• [TASK DESCRIPTION]
Return every line of the data exactly as it appears.

• [DATASET EXTRACT]
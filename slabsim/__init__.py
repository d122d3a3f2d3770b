"""Reflection, transmission and absorption of slabs of thin parallel wires (wire media)."""

__version__ = "0.1.0"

• [OUTPUT OF THE EXERCISE]
filename slabsim/__init__.py
repository d122d3a3f2d3770b
"""Reflection, transmission and absorption of slabs of thin parallel wires (wire media)."""

__version__ = "0.1.0"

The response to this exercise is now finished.